11 - What is it Good for Quiz Solution¶
Since lines in a image can be in different lengths and orientations. You cannot come up with a single template to find them. Although you can use a bunch of templates at different orientations to find parts of lines. There are much better options for this purpose. Template matching is in general not suitable for finding arbitrary lines. The case for finding faces is arguable. Again, due to the possible size differences, you cannot come up with a single template. Moreover faces can be front-facing or side-facing or rotated at any arbitrary angle. Either answer is correct, although as we will see, there are much better ways of doing this as well. Finding and recognzing icons on a computer screen is a fairly predictable task. This is because icons are usually shown upright and their size is from a limited set. Therefore, template matching is suitable in this case. Cracks and fissures hardly have a predictable shape. Therefore, they cannot be detected by template matching. Are there any other good uses you can think of? Or cases where you are sure that template matching is bound to fail? Share with your peers on the forum.

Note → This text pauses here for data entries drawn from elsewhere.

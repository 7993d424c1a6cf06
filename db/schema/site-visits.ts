import { date, foreignKey, index, pgEnum, pgTable, text, uuid, varchar } from "drizzle-orm/pg-core";
import { users } from "./auth";
import { instantColumn, syncedColumns } from "./columns";
import { placements } from "./placements";
import { syncedConstraints } from "./synced";
import { FINDING_SEVERITIES, FINDING_STATES, SITE_VISIT_STATES } from "./enums";

export const siteVisitState = pgEnum("site_visit_state", SITE_VISIT_STATES);
export const findingState = pgEnum("finding_state", FINDING_STATES);
export const findingSeverity = pgEnum("finding_severity", FINDING_SEVERITIES);

/**
 * The inspector's report of one visit to the site. Its state changes only through the lifecycle
 * (lib/site-visits); a signed report is frozen by drizzle's custom migration "site-visits-frozen".
 */
export const siteVisits = pgTable(
  "site_visits",
  {
    ...syncedColumns(),
    visitDate: date("visit_date", { mode: "string" }).notNull(),
    arrivedAt: instantColumn("arrived_at"),
    leftAt: instantColumn("left_at"),
    areasInspected: text("areas_inspected").notNull().default(""),
    elementsInspected: text("elements_inspected").notNull().default(""),
    testsWitnessed: text("tests_witnessed").notNull().default(""),
    weather: varchar("weather", { length: 300 }).notNull().default(""),
    notes: text("notes").notNull().default(""),
    /** Placements looked at on this visit (same project; checked by the write path). */
    placementIds: uuid("placement_ids").array().notNull().default([]),
    state: siteVisitState("state").notNull().default("draft"),
    submittedAt: instantColumn("submitted_at"),
    signedAt: instantColumn("signed_at"),
    signedBy: uuid("signed_by"),
  },
  (t) => [
    ...syncedConstraints("site_visits", t),
    index("site_visits_project_date_idx").on(t.projectId, t.visitDate),
    foreignKey({ name: "site_visits_signed_by_fk", columns: [t.signedBy], foreignColumns: [users.id] }),
  ],
);

/**
 * Something found on a visit that does not conform. The observation (what, where, severity, the
 * requirement, the action and its due date) is the inspector's and is frozen with the signed
 * report; the follow-up (state, the superintendent's response, who answered, closed or reopened it
 * and when) goes on through the lifecycle after the sign-off.
 */
export const findings = pgTable(
  "findings",
  {
    ...syncedColumns(),
    siteVisitId: uuid("site_visit_id")
      .notNull()
      .references(() => siteVisits.id),
    /** The placement this finding holds up, if any. */
    placementId: uuid("placement_id").references(() => placements.id),
    description: text("description").notNull(),
    location: varchar("location", { length: 200 }).notNull().default(""),
    severity: findingSeverity("severity").notNull(),
    requirement: varchar("requirement", { length: 300 }).notNull().default(""),
    actionRequired: text("action_required").notNull().default(""),
    dueDate: date("due_date", { mode: "string" }),
    state: findingState("state").notNull().default("open"),
    response: text("response"),
    answeredAt: instantColumn("answered_at"),
    answeredBy: uuid("answered_by"),
    closedAt: instantColumn("closed_at"),
    closedBy: uuid("closed_by"),
    closeNote: text("close_note"),
    reopenedAt: instantColumn("reopened_at"),
    reopenedBy: uuid("reopened_by"),
    reopenReason: text("reopen_reason"),
  },
  (t) => [
    ...syncedConstraints("findings", t),
    index("findings_visit_idx").on(t.siteVisitId),
    index("findings_placement_idx").on(t.placementId),
    foreignKey({ name: "findings_answered_by_fk", columns: [t.answeredBy], foreignColumns: [users.id] }),
    foreignKey({ name: "findings_closed_by_fk", columns: [t.closedBy], foreignColumns: [users.id] }),
    foreignKey({ name: "findings_reopened_by_fk", columns: [t.reopenedBy], foreignColumns: [users.id] }),
  ],
);
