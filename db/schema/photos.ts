import { bigint, index, pgTable, text, uuid, varchar } from "drizzle-orm/pg-core";
import { instantColumn, syncedColumns } from "./columns";
import { syncedConstraints } from "./synced";

/**
 * Photo metadata; the bytes live in object storage (a later issue). `recordType` is the record
 * type of lib/records (e.g. "deliveries"); a photo of a signed placement's record is frozen.
 */
export const photos = pgTable(
  "photos",
  {
    ...syncedColumns(),
    recordType: varchar("record_type", { length: 48 }).notNull(),
    recordId: uuid("record_id").notNull(),
    caption: text("caption").notNull().default(""),
    takenAt: instantColumn("taken_at"),
    sha256: varchar("sha256", { length: 64 }).notNull(),
    sizeBytes: bigint("size_bytes", { mode: "number" }).notNull(),
    contentType: varchar("content_type", { length: 100 }).notNull(),
    storageKey: text("storage_key"),
    /** Set when the upload was verified (size, type, hash); null while the bytes are on the device. */
    storedAt: instantColumn("stored_at"),
  },
  (t) => [...syncedConstraints("photos", t), index("photos_record_idx").on(t.recordType, t.recordId)],
);
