import { doublePrecision, foreignKey, index, pgEnum, pgTable, text, uuid, varchar } from "drizzle-orm/pg-core";
import { users } from "./auth";
import { instantColumn, syncedColumns } from "./columns";
import { mixDesigns } from "./mixes";
import { syncedConstraints } from "./synced";
import { ELEMENT_TYPES, PLACEMENT_STATES } from "./enums";

export const placementState = pgEnum("placement_state", PLACEMENT_STATES);
export const elementType = pgEnum("element_type", ELEMENT_TYPES);

/** A pour. Its state changes only through the workflow (lib/placements); signed rows are frozen. */
export const placements = pgTable(
  "placements",
  {
    ...syncedColumns(),
    element: varchar("element", { length: 120 }).notNull(),
    level: varchar("level", { length: 60 }).notNull().default(""),
    grid: varchar("grid", { length: 60 }).notNull().default(""),
    elementType: elementType("element_type").notNull(),
    leastDimensionMm: doublePrecision("least_dimension_mm"),
    plannedVolumeM3: doublePrecision("planned_volume_m3"),
    mixId: uuid("mix_id").references(() => mixDesigns.id),
    plannedStart: instantColumn("planned_start").notNull(),
    state: placementState("state").notNull().default("planned"),
    holdReason: text("hold_reason"),
    signedAt: instantColumn("signed_at"),
    signedBy: uuid("signed_by"),
  },
  (t) => [
    ...syncedConstraints("placements", t),
    index("placements_project_start_idx").on(t.projectId, t.plannedStart),
    foreignKey({ name: "placements_signed_by_fk", columns: [t.signedBy], foreignColumns: [users.id] }),
  ],
);
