import { sql } from "drizzle-orm";
import { date, doublePrecision, foreignKey, index, integer, pgTable, text, uniqueIndex, uuid, varchar } from "drizzle-orm/pg-core";
import { users } from "./auth";
import { instantColumn, syncedColumns } from "./columns";
import { syncedConstraints } from "./synced";

/** The superintendent's daily diary: one per project and calendar date (in the project's time zone). */
export const diaryEntries = pgTable(
  "diary_entries",
  {
    ...syncedColumns(),
    date: date("date", { mode: "string" }).notNull(),
    weatherSummary: text("weather_summary").notNull().default(""),
    workDone: text("work_done").notNull().default(""),
    safetyNotes: text("safety_notes").notNull().default(""),
    submittedAt: instantColumn("submitted_at"),
    submittedBy: uuid("submitted_by"),
  },
  (t) => [
    ...syncedConstraints("diary_entries", t),
    uniqueIndex("diary_entries_project_date_idx").on(t.projectId, t.date).where(sql`${t.deletedAt} is null`),
    foreignKey({ name: "diary_entries_submitted_by_fk", columns: [t.submittedBy], foreignColumns: [users.id] }),
  ],
);

const diaryEntryId = () =>
  uuid("diary_entry_id")
    .notNull()
    .references(() => diaryEntries.id);

export const diaryCrew = pgTable(
  "diary_crew",
  {
    ...syncedColumns(),
    diaryEntryId: diaryEntryId(),
    trade: varchar("trade", { length: 80 }).notNull(),
    count: integer("count").notNull(),
  },
  (t) => [...syncedConstraints("diary_crew", t), index("diary_crew_entry_idx").on(t.diaryEntryId)],
);

export const diaryEquipment = pgTable(
  "diary_equipment",
  {
    ...syncedColumns(),
    diaryEntryId: diaryEntryId(),
    name: varchar("name", { length: 80 }).notNull(),
    count: integer("count"),
    hours: doublePrecision("hours"),
  },
  (t) => [...syncedConstraints("diary_equipment", t), index("diary_equipment_entry_idx").on(t.diaryEntryId)],
);

export const diaryDelays = pgTable(
  "diary_delays",
  {
    ...syncedColumns(),
    diaryEntryId: diaryEntryId(),
    cause: varchar("cause", { length: 80 }).notNull(),
    minutes: integer("minutes").notNull(),
    description: text("description").notNull().default(""),
  },
  (t) => [...syncedConstraints("diary_delays", t), index("diary_delays_entry_idx").on(t.diaryEntryId)],
);

export const diaryVisitors = pgTable(
  "diary_visitors",
  {
    ...syncedColumns(),
    diaryEntryId: diaryEntryId(),
    name: varchar("name", { length: 120 }).notNull(),
    company: varchar("company", { length: 120 }).notNull().default(""),
    purpose: varchar("purpose", { length: 300 }).notNull().default(""),
  },
  (t) => [...syncedConstraints("diary_visitors", t), index("diary_visitors_entry_idx").on(t.diaryEntryId)],
);
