import { sql } from "drizzle-orm";
import {
  bigint,
  boolean,
  doublePrecision,
  index,
  integer,
  pgEnum,
  pgTable,
  primaryKey,
  text,
  timestamp,
  uniqueIndex,
  uuid,
  varchar,
} from "drizzle-orm/pg-core";
import { createdAtColumn, idColumn, updatedAtColumn } from "./columns";

export const projectRole = pgEnum("project_role", ["superintendent", "inspector", "office", "owner"]);
export const unitSystem = pgEnum("unit_system", ["SI", "IP"]);
export const maturityMethod = pgEnum("maturity_method", ["nurse-saul", "equivalent-age"]);
export const coldWeatherDefinition = pgEnum("cold_weather_definition", [
  "aci306r-current",
  "aci306-1990",
]);

export const users = pgTable(
  "users",
  {
    id: idColumn(),
    email: varchar("email", { length: 320 }).notNull(),
    name: varchar("name", { length: 120 }).notNull(),
    /** argon2id hash; null until the invited user sets a password. */
    passwordHash: text("password_hash"),
    isAdmin: boolean("is_admin").notNull().default(false),
    disabledAt: timestamp("disabled_at", { withTimezone: true, mode: "date" }),
    /** Bumped to end every session at once (sign out everywhere, disable, password change). */
    sessionVersion: integer("session_version").notNull().default(0),
    createdAt: createdAtColumn(),
    updatedAt: updatedAtColumn(),
  },
  (t) => [uniqueIndex("users_email_lower_idx").on(sql`lower(${t.email})`)],
);

export const projects = pgTable("projects", {
  id: idColumn(),
  name: varchar("name", { length: 160 }).notNull(),
  code: varchar("code", { length: 32 }).notNull().unique(),
  siteAddress: text("site_address").notNull().default(""),
  timeZone: varchar("time_zone", { length: 64 }).notNull().default("UTC"),
  unitSystem: unitSystem("unit_system").notNull().default("SI"),
  /** Project specification overrides of the default limits (null = use the published default). */
  evaporationHighKgM2H: doublePrecision("evaporation_high_kg_m2_h"),
  maxConcreteTempC: doublePrecision("max_concrete_temp_c").notNull().default(35),
  dischargeLimitMinutes: integer("discharge_limit_minutes").notNull().default(90),
  revolutionLimit: integer("revolution_limit"),
  coldWeatherDefinition: coldWeatherDefinition("cold_weather_definition")
    .notNull()
    .default("aci306r-current"),
  /** Edition of the standards the project specification cites, e.g. "ACI 318-19". */
  specEditions: text("spec_editions").notNull().default(""),
  digestHour: integer("digest_hour").notNull().default(18),
  /** Maturity method settings (ASTM C1074 defaults: Nurse-Saul, T0 = 0 °C, E = 41.57 kJ/mol ↔ Q = 5000 K). */
  maturityMethod: maturityMethod("maturity_method").notNull().default("nurse-saul"),
  maturityDatumC: doublePrecision("maturity_datum_c").notNull().default(0),
  maturityActivationEnergyJPerMol: doublePrecision("maturity_activation_energy_j_per_mol").notNull().default(41_570),
  /** The strength the project asks for before stripping or stressing, when the specification sets one. */
  maturityTargetMPa: doublePrecision("maturity_target_mpa"),
  createdAt: createdAtColumn(),
  updatedAt: updatedAtColumn(),
});

export const memberships = pgTable(
  "memberships",
  {
    userId: uuid("user_id")
      .notNull()
      .references(() => users.id, { onDelete: "cascade" }),
    projectId: uuid("project_id")
      .notNull()
      .references(() => projects.id, { onDelete: "cascade" }),
    role: projectRole("role").notNull(),
    createdAt: createdAtColumn(),
  },
  (t) => [primaryKey({ columns: [t.userId, t.projectId] }), index("memberships_project_idx").on(t.projectId)],
);

export const invitations = pgTable(
  "invitations",
  {
    id: idColumn(),
    email: varchar("email", { length: 320 }).notNull(),
    name: varchar("name", { length: 120 }).notNull(),
    /** SHA-256 of the token sent by e-mail; the token itself is never stored. */
    tokenHash: varchar("token_hash", { length: 64 }).notNull().unique(),
    projectId: uuid("project_id").references(() => projects.id, { onDelete: "cascade" }),
    role: projectRole("role"),
    invitedBy: uuid("invited_by").references(() => users.id),
    expiresAt: timestamp("expires_at", { withTimezone: true, mode: "date" }).notNull(),
    acceptedAt: timestamp("accepted_at", { withTimezone: true, mode: "date" }),
    createdAt: createdAtColumn(),
  },
  (t) => [index("invitations_email_idx").on(sql`lower(${t.email})`)],
);

/** One-time sign-in links: hashed at rest, single use, short-lived. */
export const signInTokens = pgTable("sign_in_tokens", {
  tokenHash: varchar("token_hash", { length: 64 }).primaryKey(),
  userId: uuid("user_id")
    .notNull()
    .references(() => users.id, { onDelete: "cascade" }),
  expiresAt: timestamp("expires_at", { withTimezone: true, mode: "date" }).notNull(),
  usedAt: timestamp("used_at", { withTimezone: true, mode: "date" }),
  createdAt: createdAtColumn(),
});

/** Storage of rate-limiter-flexible's RateLimiterPostgres (its own column layout). */
export const rateLimits = pgTable("rate_limits", {
  key: varchar("key", { length: 255 }).primaryKey(),
  points: integer("points").notNull().default(0),
  expire: bigint("expire", { mode: "number" }),
});
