import { jsonb, pgEnum, pgTable, primaryKey, uuid } from "drizzle-orm/pg-core";
import { users } from "./auth";
import { updatedAtColumn } from "./columns";

export const reviewList = pgEnum("review_list", ["placements", "diaries"]);

/** A user's saved default view of an office review table (columns, sort, filters, page size). */
export const reviewViews = pgTable(
  "review_views",
  {
    userId: uuid("user_id")
      .notNull()
      .references(() => users.id, { onDelete: "cascade" }),
    list: reviewList("list").notNull(),
    /** Validated by lib/review/views.ts (reviewViewSchema) on the way in and out. */
    settings: jsonb("settings").notNull(),
    updatedAt: updatedAtColumn(),
  },
  (t) => [primaryKey({ columns: [t.userId, t.list] })],
);
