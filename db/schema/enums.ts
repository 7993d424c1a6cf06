// Value lists shared by the database schema, the zod schemas and the screens. No imports, so a
// client component can use them (through lib/records/enums.ts) without pulling in the database layer.

export const PLACEMENT_STATES = ["planned", "ready", "cleared", "placing", "placed", "signed", "held"] as const;
export type PlacementState = (typeof PLACEMENT_STATES)[number];

export const ELEMENT_TYPES = ["footing", "wall", "column", "beam", "slab-on-ground", "elevated-slab", "other"] as const;
export type ElementType = (typeof ELEMENT_TYPES)[number];

export const SLUMP_TYPES = ["target", "maximum"] as const;
export const DELIVERY_STATUSES = ["accepted", "rejected"] as const;
export const SUN_EXPOSURES = ["sun", "shade", "overcast"] as const;
export const CHECKLIST_KINDS = ["readiness", "hot-weather", "cold-weather"] as const;
export const CHECKLIST_ANSWERS = ["yes", "no", "na"] as const;
export const STRENGTH_AGES_DAYS = [28, 56] as const;
export const CYLINDER_DIAMETERS_MM = [100, 150] as const;

// The inspection log (site visits and their findings, lib/site-visits).
export const SITE_VISIT_STATES = ["draft", "submitted", "signed"] as const;
export type SiteVisitState = (typeof SITE_VISIT_STATES)[number];
export const FINDING_STATES = ["open", "answered", "closed"] as const;
export type FindingState = (typeof FINDING_STATES)[number];
/** Our own plain words: minor (fix in the normal course), major (fix before work continues there), critical (stop that work now). */
export const FINDING_SEVERITIES = ["minor", "major", "critical"] as const;
export type FindingSeverity = (typeof FINDING_SEVERITIES)[number];

// Temperature sensors and their readings (maturity method, lib/concrete/maturity*).
export const READING_SOURCES = ["manual", "import"] as const;
export const MATURITY_METHODS = ["nurse-saul", "equivalent-age"] as const;
/** Readings per stored batch: an imported logger file is split into batches of this size. */
export const MAX_READINGS_PER_BATCH = 1_000;
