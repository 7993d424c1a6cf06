import { index, pgEnum, pgTable, text, uuid, varchar } from "drizzle-orm/pg-core";
import { syncedColumns } from "./columns";
import { placements } from "./placements";
import { syncedConstraints } from "./synced";
import { CHECKLIST_ANSWERS, CHECKLIST_KINDS } from "./enums";

export const checklistKind = pgEnum("checklist_kind", CHECKLIST_KINDS);
export const checklistAnswer = pgEnum("checklist_answer", CHECKLIST_ANSWERS);

export const checklists = pgTable(
  "checklists",
  {
    ...syncedColumns(),
    placementId: uuid("placement_id")
      .notNull()
      .references(() => placements.id),
    kind: checklistKind("kind").notNull(),
  },
  (t) => [...syncedConstraints("checklists", t), index("checklists_placement_idx").on(t.placementId)],
);

/** One answer per row, so two people ticking different items never conflict. */
export const checklistItems = pgTable(
  "checklist_items",
  {
    ...syncedColumns(),
    checklistId: uuid("checklist_id")
      .notNull()
      .references(() => checklists.id),
    itemKey: varchar("item_key", { length: 60 }).notNull(),
    label: varchar("label", { length: 200 }).notNull(),
    answer: checklistAnswer("answer"),
    note: text("note"),
  },
  (t) => [...syncedConstraints("checklist_items", t), index("checklist_items_checklist_idx").on(t.checklistId)],
);
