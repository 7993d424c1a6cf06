import { sql } from "drizzle-orm";
import { boolean, doublePrecision, integer, pgEnum, pgTable, text, uniqueIndex, varchar } from "drizzle-orm/pg-core";
import { syncedColumns } from "./columns";
import { syncedConstraints } from "./synced";
import { SLUMP_TYPES } from "./enums";

/** ASTM C94: a slump is ordered either as a target (± tolerance) or as a "not to exceed" maximum. */
export const slumpType = pgEnum("slump_type", SLUMP_TYPES);

export const mixDesigns = pgTable(
  "mix_designs",
  {
    ...syncedColumns(),
    code: varchar("code", { length: 32 }).notNull(),
    supplier: varchar("supplier", { length: 120 }).notNull().default(""),
    fcMPa: doublePrecision("fc_mpa").notNull(),
    fcAgeDays: integer("fc_age_days").notNull().default(28),
    maxWcm: doublePrecision("max_wcm"),
    slumpTargetMm: doublePrecision("slump_target_mm"),
    slumpType: slumpType("slump_type").notNull().default("target"),
    /** Null: the ASTM C94 default tolerance for the target applies. */
    slumpToleranceMm: doublePrecision("slump_tolerance_mm"),
    airTargetPct: doublePrecision("air_target_pct"),
    /** Null: the ASTM C94 default (±1.5 percentage points) applies. */
    airTolerancePct: doublePrecision("air_tolerance_pct"),
    maxConcreteTempC: doublePrecision("max_concrete_temp_c"),
    cementType: varchar("cement_type", { length: 60 }).notNull().default(""),
    scms: text("scms").notNull().default(""),
    siteWaterAllowedLPerM3: doublePrecision("site_water_allowed_l_per_m3").notNull().default(0),
    /** Silica fume or low w/cm: plastic-shrinkage risk starts at about half the evaporation rate. */
    lowBleed: boolean("low_bleed").notNull().default(false),
  },
  (t) => [
    ...syncedConstraints("mix_designs", t),
    uniqueIndex("mix_designs_project_code_idx").on(t.projectId, t.code).where(sql`${t.deletedAt} is null`),
  ],
);
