import { foreignKey, index, pgTable, text, uuid, varchar } from "drizzle-orm/pg-core";
import { projectRole, users } from "./auth";
import { instantColumn, syncedColumns } from "./columns";
import { syncedConstraints } from "./synced";

/** Who signed which record, as what, and the hash of the content they saw. Never updated. */
export const signOffs = pgTable(
  "sign_offs",
  {
    ...syncedColumns(),
    recordType: varchar("record_type", { length: 48 }).notNull(),
    recordId: uuid("record_id").notNull(),
    signerId: uuid("signer_id").notNull(),
    role: projectRole("role").notNull(),
    signedAt: instantColumn("signed_at").notNull(),
    typedName: varchar("typed_name", { length: 120 }).notNull(),
    /** The drawn signature as a data URL (image/png). */
    signatureImage: text("signature_image"),
    contentHash: varchar("content_hash", { length: 64 }).notNull(),
  },
  (t) => [
    ...syncedConstraints("sign_offs", t),
    index("sign_offs_record_idx").on(t.recordType, t.recordId),
    foreignKey({ name: "sign_offs_signer_fk", columns: [t.signerId], foreignColumns: [users.id] }),
  ],
);

/** A later change to a signed record: what and why, shown beside the frozen record. */
export const amendments = pgTable(
  "amendments",
  {
    ...syncedColumns(),
    recordType: varchar("record_type", { length: 48 }).notNull(),
    recordId: uuid("record_id").notNull(),
    what: text("what").notNull(),
    why: text("why").notNull(),
    authorId: uuid("author_id").notNull(),
  },
  (t) => [
    ...syncedConstraints("amendments", t),
    index("amendments_record_idx").on(t.recordType, t.recordId),
    foreignKey({ name: "amendments_author_fk", columns: [t.authorId], foreignColumns: [users.id] }),
  ],
);
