import { sql } from "drizzle-orm";
import { check, index, integer, pgTable, timestamp, uuid, varchar } from "drizzle-orm/pg-core";
import { users } from "./auth";
import { createdAtColumn, idColumn, instantColumn } from "./columns";

/** Defaults of the account settings (the row's column defaults and the value before any row exists). */
export const DEFAULT_IDLE_TIMEOUT_MINUTES = 3 * 24 * 60;
export const DEFAULT_OFFLINE_WINDOW_HOURS = 72;

/**
 * One row per signed-in browser. The session cookie (a next-auth JWT) only names its row; the row
 * decides whether it is still good: not revoked, its `sessionVersion` equal to the user's (bumped by
 * "sign out everywhere", a disable or a password change), and used within the idle period.
 */
export const userSessions = pgTable(
  "user_sessions",
  {
    id: idColumn(),
    userId: uuid("user_id")
      .notNull()
      .references(() => users.id, { onDelete: "cascade" }),
    sessionVersion: integer("session_version").notNull(),
    userAgent: varchar("user_agent", { length: 200 }),
    createdAt: createdAtColumn(),
    lastSeenAt: timestamp("last_seen_at", { withTimezone: true, mode: "date" }).notNull().defaultNow(),
    revokedAt: instantColumn("revoked_at"),
  },
  (t) => [index("user_sessions_user_idx").on(t.userId)],
);

/** Organisation-wide account settings, one row (id 1), changed by an administrator. */
export const accountSettings = pgTable(
  "account_settings",
  {
    id: integer("id").primaryKey().default(1),
    /** A session unused for this long is refused (the person signs in again). */
    idleTimeoutMinutes: integer("idle_timeout_minutes").notNull().default(DEFAULT_IDLE_TIMEOUT_MINUTES),
    /** How long after the last good session a device may open a person's offline data without a PIN. */
    offlineWindowHours: integer("offline_window_hours").notNull().default(DEFAULT_OFFLINE_WINDOW_HOURS),
    updatedAt: timestamp("updated_at", { withTimezone: true, mode: "date" }).notNull().defaultNow(),
  },
  (t) => [check("account_settings_one_row", sql`${t.id} = 1`)],
);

12 - Non Identical Template Matching¶
And in fact that’s shown here. So it says, you know, what if the template in the scene is not identical to some sub image. So here we have a scene and we have a template, well it turns out that the best location of this template in this scene is right there. It actually finds the same car. Now you have to worry about scale and orientation and all that stuff, stuff that we’re going to talk about later in the class. But even though the cars are quite different the fact of the matter is it has sort of bright stuff here and dark brown things there. This has bright stuff there and dark brown things there. So as a template it’s not awful. So that’s using these filters as templates
13 - Normalized Correlation Quiz¶
Here’s a question for you. Would this method actually work for finding Waldo in most pictures? A) yes, normalized correlation is a powerful thing. B) no, we don’t actually have the right template. C) partially, explain how.
14 - Normalized Correlation Quiz Solution¶
Whenever I ask you that the answer is always partially explain how and here’s why. Yes, normalize correlation is powerful if you happen to have the template. And in here for Waldo, we have the exact template. How do I know? I actually cut it out of this picture to begin with, then I made a template out of it. But if I don’t know what Waldo’s going to look like. All right? So he’s got that same dumb hat and the striped shirt, but he could be bent over, et cetera, whatever. I don’t have the exact right template. But now think about stepping back and blurring it just a little, so there’s kind of red stuff up here and reddish, whitish, pinkish stuff down below. So your template is sort of close. So you might actually be able to get some candidate examples.
15 - End¶
And actually that ends this lesson. Essentially we’re using filters to localize interesting areas in the image that have some sort of property that makes the filter respond well. So what we’re going to do going forward is we’ll use some special filters to compute some functions, like smoothing, but also to sort of find strong responses just like the templates. And we’ll do that actually in the next couple of lessons.